We are requiring these changes because we know that some children who received codeine or tramadol have experienced life-threatening respiratory depression and death because they metabolize (or break down) these medicines much faster than usual (called ultra-rapid metabolism), causing dangerously high levels of active drug in their bodies. This is especially concerning in children under 12 years of age and adolescents who are obese or have conditions that may increase the risk of breathing problems, like obstructive sleep apnea or lung disease. Respiratory depression can also occur in nursing babies, when mothers who are ultra-rapid metabolizers take these types of medicines and pass it along to their children through their breast milk.
This isn’t the first time we have taken action on codeine to better ensure the safety of our children. Since 2013, prescription codeine labeling has contained a Boxed Warning and Contraindication for children up to age 18 years of age regarding the risk of life-threatening respiratory depression following the use of codeine for pain management after the removal of the tonsils (tonsillectomy) and/or adenoids (adenoidectomy). Now, labels for both codeine and tramadol are being updated to include additional Contraindications and Warnings; among the updates are Contraindications for use of codeine or tramadol in all children younger than 12 years of age, warnings about their use in children 12-18 years of age with certain medical conditions, and a stronger warning recommending against their use in nursing mothers. In addition to these labeling changes, labeling for tramadol-containing products will also get a Contraindication for post-operative pain management in children up to age 18 years of age who have undergone tonsillectomy and/or adenoidectomy, which is already in labeling for codeine products.
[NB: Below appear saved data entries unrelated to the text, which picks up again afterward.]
'use server';

import { revalidatePath } from 'next/cache';
import { writeAudit } from '../../../lib/auth/audit';
import { getSharedPool } from '../../../lib/db/sharedPool';
import { guardAction } from '../../../lib/web/actionGuard';
import { getRegisterSnapshot } from '../../../lib/queries/registerSnapshot';
import { FleetFileError, readFleetFile } from '../../../lib/register/fleetFile';
import { importFleet } from '../../../lib/register/importFleet';
import { registerDiff, type RegisterDiff } from '../../../lib/web/registerDiff';
import { getSharedPrisma } from '../../../lib/web/sharedPrisma';

/**
 * Register import from the admin page, in two steps: "check" validates the
 * file (fleet-v1, every error by path) and shows what would change; "import"
 * validates again, compares again with the register as it is now, and runs
 * the same idempotent import as `holdfast fleet import` (one transaction).
 * Both steps need a fleet manager or an admin with a valid CSRF token
 * (lib/web/actionGuard.ts); an import is written to the audit log.
 */

export type RegisterState =
  | { phase: 'idle' }
  | { phase: 'invalid'; fileName: string; errors: string[] }
  | { phase: 'preview'; fileName: string; fileText: string; diff: RegisterDiff }
  | { phase: 'imported'; fileName: string; diff: RegisterDiff };

/** Above this a file is refused before parsing (a register of 500 vessels is about 0.6 MB). */
const MAX_FILE_BYTES = 4 * 1024 * 1024;

async function readUpload(form: FormData): Promise<{ fileName: string; text: string } | string> {
  const pasted = form.get('fileText');
  if (typeof pasted === 'string' && pasted.trim() !== '') {
    return { fileName: String(form.get('fileName') || 'fleet.json'), text: pasted };
  }
  const file = form.get('file');
  if (!(file instanceof File) || file.size === 0) return 'Choose a fleet register file (JSON or YAML).';
  if (file.size > MAX_FILE_BYTES) return `The file is ${(file.size / 1024 / 1024).toFixed(1)} MB; at most 4 MB.`;
  return { fileName: file.name || 'fleet.json', text: await file.text() };
}

export async function registerAction(_prev: RegisterState, form: FormData): Promise<RegisterState> {
  const gate = await guardAction(form, 'register.import');
  if (!gate.ok) return { phase: 'invalid', fileName: '', errors: [gate.message] };
  const upload = await readUpload(form);
  if (typeof upload === 'string') return { phase: 'invalid', fileName: '', errors: [upload] };
  let file;
  try {
    file = readFleetFile(upload.text, upload.fileName);
  } catch (error) {
    if (error instanceof FleetFileError) return { phase: 'invalid', fileName: upload.fileName, errors: error.errors };
    throw error;
  }
  const diff = registerDiff(await getRegisterSnapshot(getSharedPool()), file);
  if (form.get('intent') !== 'import') return { phase: 'preview', fileName: upload.fileName, fileText: upload.text, diff };
  await importFleet(getSharedPrisma(), file);
  await writeAudit(getSharedPool(), {
    actor: gate.principal,
    action: 'register.import',
    subject: upload.fileName,
    ip: gate.ip,
    detail: { vessels: file.vessels.length, campaigns: file.campaigns.length },
  });
  revalidatePath('/', 'layout');
  return { phase: 'imported', fileName: upload.fileName, diff };
}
We urge health care providers, stakeholders and the public to read the Drug Safety Communication that we issued today, which provides more detailed information regarding the new Warnings and Contraindications, and the data that informed them. We also encourage parents to review the ingredients of pain medicines to see whether they include codeine or tramadol, and cough medicines to see if they contain codeine. It’s also important to check non-prescription cough and cold medicines that may be sold over the counter, as some of these medicines also include codeine. In all cases, if the medicine contains codeine or tramadol, parents should consult a health care provider before giving their children the medicines or taking them when nursing.
We understand that there are limited options when it comes to treating pain or cough in children, and that these changes may raise some questions for health care providers and parents. However, please know that our decision today was made based on the latest evidence and with this goal in mind: keeping our kids safe.